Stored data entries
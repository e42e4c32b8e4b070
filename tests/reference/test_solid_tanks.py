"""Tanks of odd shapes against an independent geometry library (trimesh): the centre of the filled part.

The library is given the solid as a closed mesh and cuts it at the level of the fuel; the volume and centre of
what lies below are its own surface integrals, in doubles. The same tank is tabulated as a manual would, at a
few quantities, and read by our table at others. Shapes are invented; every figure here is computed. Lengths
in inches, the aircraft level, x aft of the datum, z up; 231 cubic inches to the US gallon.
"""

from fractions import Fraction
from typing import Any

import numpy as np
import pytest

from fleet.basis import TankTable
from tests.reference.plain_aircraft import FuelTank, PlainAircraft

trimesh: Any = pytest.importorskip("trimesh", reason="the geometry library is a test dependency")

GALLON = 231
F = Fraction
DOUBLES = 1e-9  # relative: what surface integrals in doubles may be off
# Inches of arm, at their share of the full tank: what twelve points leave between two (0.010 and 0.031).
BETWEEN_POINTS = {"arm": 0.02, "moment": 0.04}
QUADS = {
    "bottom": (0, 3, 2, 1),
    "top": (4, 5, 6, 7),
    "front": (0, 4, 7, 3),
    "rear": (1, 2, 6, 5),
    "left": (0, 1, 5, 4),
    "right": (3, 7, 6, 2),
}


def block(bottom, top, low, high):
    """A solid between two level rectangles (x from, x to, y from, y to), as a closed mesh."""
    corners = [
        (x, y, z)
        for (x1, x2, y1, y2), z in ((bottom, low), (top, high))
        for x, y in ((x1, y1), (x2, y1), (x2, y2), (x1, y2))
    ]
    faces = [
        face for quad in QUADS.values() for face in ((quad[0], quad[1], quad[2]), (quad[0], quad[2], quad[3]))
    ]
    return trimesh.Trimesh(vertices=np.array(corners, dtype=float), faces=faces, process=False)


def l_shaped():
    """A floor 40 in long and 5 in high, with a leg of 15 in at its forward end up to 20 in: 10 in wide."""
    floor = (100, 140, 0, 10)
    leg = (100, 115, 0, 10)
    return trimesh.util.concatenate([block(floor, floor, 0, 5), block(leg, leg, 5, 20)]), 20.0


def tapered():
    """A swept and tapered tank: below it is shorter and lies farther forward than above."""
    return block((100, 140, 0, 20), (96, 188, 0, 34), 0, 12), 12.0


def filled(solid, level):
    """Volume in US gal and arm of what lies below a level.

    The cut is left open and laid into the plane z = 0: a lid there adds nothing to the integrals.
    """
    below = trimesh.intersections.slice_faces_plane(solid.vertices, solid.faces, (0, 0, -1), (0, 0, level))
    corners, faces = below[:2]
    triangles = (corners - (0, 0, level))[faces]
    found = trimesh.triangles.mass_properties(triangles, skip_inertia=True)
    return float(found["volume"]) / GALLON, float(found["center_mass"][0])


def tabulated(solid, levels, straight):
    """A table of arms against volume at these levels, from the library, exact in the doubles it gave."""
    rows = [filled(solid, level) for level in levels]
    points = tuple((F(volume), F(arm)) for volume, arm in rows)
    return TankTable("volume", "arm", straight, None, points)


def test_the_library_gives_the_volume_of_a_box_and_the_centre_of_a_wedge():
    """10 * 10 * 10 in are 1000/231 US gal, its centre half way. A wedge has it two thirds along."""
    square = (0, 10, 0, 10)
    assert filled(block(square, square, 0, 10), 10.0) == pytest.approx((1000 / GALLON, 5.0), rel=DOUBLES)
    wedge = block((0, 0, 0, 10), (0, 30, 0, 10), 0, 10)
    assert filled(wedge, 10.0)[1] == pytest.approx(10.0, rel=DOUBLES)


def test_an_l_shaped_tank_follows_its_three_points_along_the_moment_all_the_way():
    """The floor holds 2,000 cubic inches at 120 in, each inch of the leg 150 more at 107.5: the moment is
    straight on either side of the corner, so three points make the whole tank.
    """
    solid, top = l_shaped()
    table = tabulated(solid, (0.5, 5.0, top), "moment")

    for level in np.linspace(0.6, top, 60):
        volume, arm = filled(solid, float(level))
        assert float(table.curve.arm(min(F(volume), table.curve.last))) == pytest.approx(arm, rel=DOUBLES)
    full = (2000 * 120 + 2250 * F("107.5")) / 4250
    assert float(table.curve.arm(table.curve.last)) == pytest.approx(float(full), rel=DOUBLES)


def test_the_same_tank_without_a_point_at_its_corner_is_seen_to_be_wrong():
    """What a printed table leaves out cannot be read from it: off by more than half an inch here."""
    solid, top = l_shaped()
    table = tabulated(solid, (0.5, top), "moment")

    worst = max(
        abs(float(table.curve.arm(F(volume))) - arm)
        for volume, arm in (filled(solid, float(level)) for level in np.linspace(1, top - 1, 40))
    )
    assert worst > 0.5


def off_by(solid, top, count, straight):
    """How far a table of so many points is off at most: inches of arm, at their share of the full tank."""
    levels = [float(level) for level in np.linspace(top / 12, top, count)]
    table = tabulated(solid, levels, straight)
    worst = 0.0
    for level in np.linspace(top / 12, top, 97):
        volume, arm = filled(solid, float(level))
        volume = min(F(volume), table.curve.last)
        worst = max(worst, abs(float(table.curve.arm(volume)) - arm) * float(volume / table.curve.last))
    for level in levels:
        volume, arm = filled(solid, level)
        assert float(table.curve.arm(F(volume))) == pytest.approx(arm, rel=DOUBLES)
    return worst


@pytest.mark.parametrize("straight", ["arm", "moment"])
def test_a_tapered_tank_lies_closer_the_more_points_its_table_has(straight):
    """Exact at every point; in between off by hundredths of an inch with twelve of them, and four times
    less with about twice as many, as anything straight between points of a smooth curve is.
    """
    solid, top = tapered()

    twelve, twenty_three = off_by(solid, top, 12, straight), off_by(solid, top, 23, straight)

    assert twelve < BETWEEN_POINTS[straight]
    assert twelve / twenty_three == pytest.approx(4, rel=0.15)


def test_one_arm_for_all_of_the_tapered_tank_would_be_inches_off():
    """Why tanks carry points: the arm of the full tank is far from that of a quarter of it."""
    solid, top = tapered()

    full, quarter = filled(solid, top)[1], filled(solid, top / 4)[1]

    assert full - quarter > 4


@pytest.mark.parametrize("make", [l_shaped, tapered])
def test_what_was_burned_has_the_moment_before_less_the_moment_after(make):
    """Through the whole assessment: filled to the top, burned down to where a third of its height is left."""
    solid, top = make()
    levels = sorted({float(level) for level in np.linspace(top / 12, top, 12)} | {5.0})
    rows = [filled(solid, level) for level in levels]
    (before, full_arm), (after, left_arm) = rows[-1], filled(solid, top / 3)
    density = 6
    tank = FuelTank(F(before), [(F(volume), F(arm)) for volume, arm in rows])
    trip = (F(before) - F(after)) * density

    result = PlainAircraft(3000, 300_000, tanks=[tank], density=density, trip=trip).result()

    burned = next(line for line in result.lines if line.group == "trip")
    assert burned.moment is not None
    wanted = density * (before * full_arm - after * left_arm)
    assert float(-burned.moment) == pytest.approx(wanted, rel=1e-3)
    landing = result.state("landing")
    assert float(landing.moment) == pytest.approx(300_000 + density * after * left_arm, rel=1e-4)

◆ TO DO: Where a line in the records above contains the string "integrals", return that line.

◆ ANSWER BELOW:
what lies below are its own surface integrals, in doubles. The same tank is tabulated as a manual would, at a
DOUBLES = 1e-9  # relative: what surface integrals in doubles may be off
    The cut is left open and laid into the plane z = 0: a lid there adds nothing to the integrals.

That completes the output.